> What the task asks:
Filter the entries, keeping every line with the string "origin".

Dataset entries
⟨
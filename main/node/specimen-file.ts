import type { FilePort } from "#main/node/file-port.ts";
import { readJsonFile } from "#main/node/whole-file.ts";
import type { SpecimenPatch } from "#shared/api/routes.ts";
import type { SpecimenRecord } from "#shared/api/specimen.ts";
import { unreadable } from "#shared/errors.ts";

/** The specimen record at `path`; undefined when there is none. @throws unreadable-input */
export async function readSpecimenFile(files: FilePort, path: string, id: string): Promise<SpecimenRecord | undefined> {
  const value = await readJsonFile(files, path, `specimen.json of ${id}`);
  if (value === undefined) return undefined;
  const file = `specimen.json of ${id}`;
  const record = (value ?? {}) as Partial<SpecimenRecord>;
  if (record.format !== "tautline-specimen") {
    throw unreadable(file, "format tautline-specimen", `format ${String(record.format)}`);
  }
  if (record.version !== 1) {
    const next = "It was written by a newer version of the program.";
    throw unreadable(file, "version 1", `version ${String(record.version)}`, undefined, next);
  }
  if (record.id !== id) throw unreadable(file, `id ${id}, as its folder is named`, `id ${String(record.id)}`);
  const { size, spacing, origin, direction, sha256 } = record.volume ?? {};
  const numbers = [...(size ?? []), ...(spacing ?? []), ...(origin ?? []), ...(direction ?? [])];
  if (numbers.length !== 18 || !numbers.every(Number.isFinite) || typeof sha256 !== "string") {
    throw unreadable(file, "a volume with size, spacing, origin, direction and sha256", "something else", "volume");
  }
  return value as SpecimenRecord;
}

/** The record with a patch applied; what belongs to the volume goes there. */
export function patchedSpecimen(record: SpecimenRecord, patch: SpecimenPatch): SpecimenRecord {
  const { blurFwhmMm, handedness, ...plain } = patch;
  const volume = {
    ...record.volume,
    ...(blurFwhmMm === undefined ? {} : { blurFwhmMm }),
    ...(handedness === undefined ? {} : { handedness }),
  };
  return { ...record, ...plain, volume };
}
⟩
> Output of the exercise:
  const { size, spacing, origin, direction, sha256 } = record.volume ?? {};
  const numbers = [...(size ?? []), ...(spacing ?? []), ...(origin ?? []), ...(direction ?? [])];
    throw unreadable(file, "a volume with size, spacing, origin, direction and sha256", "something else", "volume");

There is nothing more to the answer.